Erythrina vespertilio is a tree native to north and north-east Australia. Its common names are grey corkwood, bat's wing coral tree, yulbah and the more ambiguous "bean tree". In the Western Desert language it is known as ininti and in Arrernte and Anmatyerr it is known as atywerety.

==Description==
The small tree has a straggly habit and typically grows to a height of 6 to 10 m. The trunk has a diameter of approximately 0.3 m. It has thorns on the trunk and branches with bark that is deeply furrowed and corky and creamy-grey in colour.

The leaves are bifoliolate or trifoliolate and are 10 to 15 cm long. The leaflets have a broad wedge-shape with three lobes, resembling a bat's open wings. The leaflets are 7 to 12 cm long and 5 to 12 cm wide. The species is deciduous in the dry season.

The tree blooms between August and September producing scarlet to orange-red pea flowers that are 3 to 4 cm long are found on terminal racemes 5 to 25 cm in length. The flowers have a calyx that is 1.5 to 2.5 cm long and petals that are about 3 cm long. There are usually ten stamens. Flowering usually occurs when the tree is leafless.

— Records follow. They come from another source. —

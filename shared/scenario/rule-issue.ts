/** A broken cross-field rule: the path of the field to fix and what is wrong. */
export interface RuleIssue {
  path: (string | number)[];
  message: string;
}

/** One rule to check: whether it is broken, the field to fix and the message that says how. */
export type RuleCheck = readonly [broken: boolean, path: (string | number)[], message: string];

/** The issues of the broken rules among `checks`, in order. */
export function brokenRules(checks: readonly RuleCheck[]): RuleIssue[] {
  return checks.filter(([broken]) => broken).map(([, path, message]) => ({ path, message }));
}
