import type { RuleIssue } from './rule-issue';
import type { ScenarioFields } from './scenario-input-schema';

type BedFields = Extract<ScenarioFields['vessels'][number], { kind: 'bed' }>;

/** The smallest width across a bed's plan (m), or undefined for a level-to-area table. */
function planWidthM(bed: BedFields): number | undefined {
  if (bed.shape.type === 'box') return Math.min(bed.shape.length, bed.shape.width);
  if (bed.shape.type === 'cylinder') return bed.shape.diameter;
  return undefined;
}

/**
 * Geometry of a bed's drain: standpipe wall, standpipe shorter than the bed, outlet below the bed
 * floor, and for a bell siphon: bell wider than the standpipe, intake and snorkel below the
 * standpipe top, slots that fit round the bell, guard wider than the bell, all inside the bed.
 */
export function checkDrainRules(bed: BedFields, index: number): RuleIssue[] {
  const issues: RuleIssue[] = [];
  const at = (...path: (string | number)[]) => ['vessels', index, 'drain', ...path];
  const { drain } = bed;
  const { standpipe } = drain;
  if (standpipe.outerDiameter <= standpipe.innerDiameter) {
    issues.push({
      path: at('standpipe', 'outerDiameter'),
      message: 'The standpipe outer diameter must be larger than its inner diameter.',
    });
  }
  if (standpipe.height >= bed.height) {
    issues.push({
      path: at('standpipe', 'height'),
      message: `The standpipe must be shorter than the bed (${bed.height} m), or the bed overflows its rim before it drains.`,
    });
  }
  if (drain.outletElevation >= bed.floorElevation) {
    issues.push({
      path: at('outletElevation'),
      message: `The drain outlet must be below the bed floor (elevation ${bed.floorElevation} m above the datum).`,
    });
  }
  if (
    drain.type === 'standpipe' &&
    drain.weepHole !== undefined &&
    drain.weepHole.diameter >= standpipe.innerDiameter
  ) {
    issues.push({
      path: at('weepHole', 'diameter'),
      message: 'The weep hole must be smaller than the standpipe bore.',
    });
  }
  const outerM =
    drain.type === 'bell-siphon'
      ? (drain.bell.outerDiameter ?? drain.bell.innerDiameter)
      : standpipe.outerDiameter;
  if (drain.type === 'bell-siphon') issues.push(...checkBellRules(drain, at));
  if (drain.guard !== undefined && drain.guard.diameter <= outerM) {
    issues.push({
      path: at('guard', 'diameter'),
      message: 'The media guard must be wider than the bell (or standpipe) it surrounds.',
    });
  }
  const widthM = planWidthM(bed);
  const widestM = drain.guard?.diameter ?? outerM;
  if (widthM !== undefined && widestM >= widthM) {
    const path =
      drain.guard !== undefined
        ? at('guard', 'diameter')
        : drain.type === 'bell-siphon'
          ? at('bell', 'innerDiameter')
          : at('standpipe', 'outerDiameter');
    issues.push({
      path,
      message: `The drain parts must fit inside the bed (narrowest plan width ${widthM} m).`,
    });
  }
  return issues;
}

type BellDrainFields = Extract<BedFields['drain'], { type: 'bell-siphon' }>;

function checkBellRules(
  drain: BellDrainFields,
  at: (...path: (string | number)[]) => (string | number)[],
): RuleIssue[] {
  const issues: RuleIssue[] = [];
  const { bell, standpipe } = drain;
  if (bell.innerDiameter <= standpipe.outerDiameter) {
    issues.push({
      path: at('bell', 'innerDiameter'),
      message: `The bell's inner diameter must be larger than the standpipe's outer diameter (${standpipe.outerDiameter} m).`,
    });
  }
  if (bell.outerDiameter !== undefined && bell.outerDiameter < bell.innerDiameter) {
    issues.push({
      path: at('bell', 'outerDiameter'),
      message: "The bell's outer diameter must not be smaller than its inner diameter.",
    });
  }
  if (bell.intakeHeight >= standpipe.height) {
    issues.push({
      path: at('bell', 'intakeHeight'),
      message: `The bell intake must be below the standpipe top (${standpipe.height} m above the bed floor).`,
    });
  }
  if (bell.snorkelHeight !== undefined && bell.snorkelHeight >= standpipe.height) {
    issues.push({
      path: at('bell', 'snorkelHeight'),
      message: 'The snorkel inlet must be below the standpipe top.',
    });
  }
  if ((bell.slotCount === undefined) !== (bell.slotWidth === undefined)) {
    issues.push({
      path: at('bell', bell.slotCount === undefined ? 'slotCount' : 'slotWidth'),
      message: 'Give both the slot count and the slot width, or neither.',
    });
  } else if (
    bell.slotCount !== undefined &&
    bell.slotWidth !== undefined &&
    bell.slotCount * bell.slotWidth >= Math.PI * bell.innerDiameter
  ) {
    issues.push({
      path: at('bell', 'slotCount'),
      message: "The slots are wider in total than the bell's circumference.",
    });
  }
  return issues;
}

The seeds resemble beans and are orange to dark yellow in colour with a length of about 1.2 cm found in pods that are 6 to 12 cm long and 1.5 to 1.8 cm wide.

==Distribution==
E. vespertilio is found on all mainland states except Victoria, mainly in open woodlands but extends to arid areas and rainforest margins. It is found in the Kimberley, Pilbara and northern Goldfields-Esperance regions of Western Australia, throughout most of the Northern Territory and Queensland, northern South Australia and north eastern New South Wales. It found in an altitudinal range from near sea level to 800 m. It grows in a wide range of soils as long as drainage is good and it has a position in full sun.

==Classification==
The species was first formally described by the botanist George Bentham in 1848 as part of Thomas Mitchell's work Journal of an Expedition into the Interior of Tropical Australia.

There are two synonyms Corallodendron vespertilio and Erythrina biloba, and the name of this species is often misapplied to Erythrina numerosa.

There are two known subspecies:
- Erythrina vespertilio subsp. biloba F.Muell. & A.R.Bean
- Erythrina vespertilio subsp. vespertilio

==Uses==
It was widely traditionally used by Aboriginal Australians in Central Australia for making woomeras and coolamons. The Warlpiri, Anmatyerr, Arrernte and Alyawarr, use the wood to make shields, used either for warfare or ceremonially. These shields could then be used for making fire with the friction method.

The bark is also considered to have traditional medicinal uses. The fruit contains alkaloids and the stem contains isoflavonoids. Phaseollidin (a flavonoid) showed cytotoxic activities in vitro against prostate cancer cell lines at high doses.

The seeds are used to make decorations.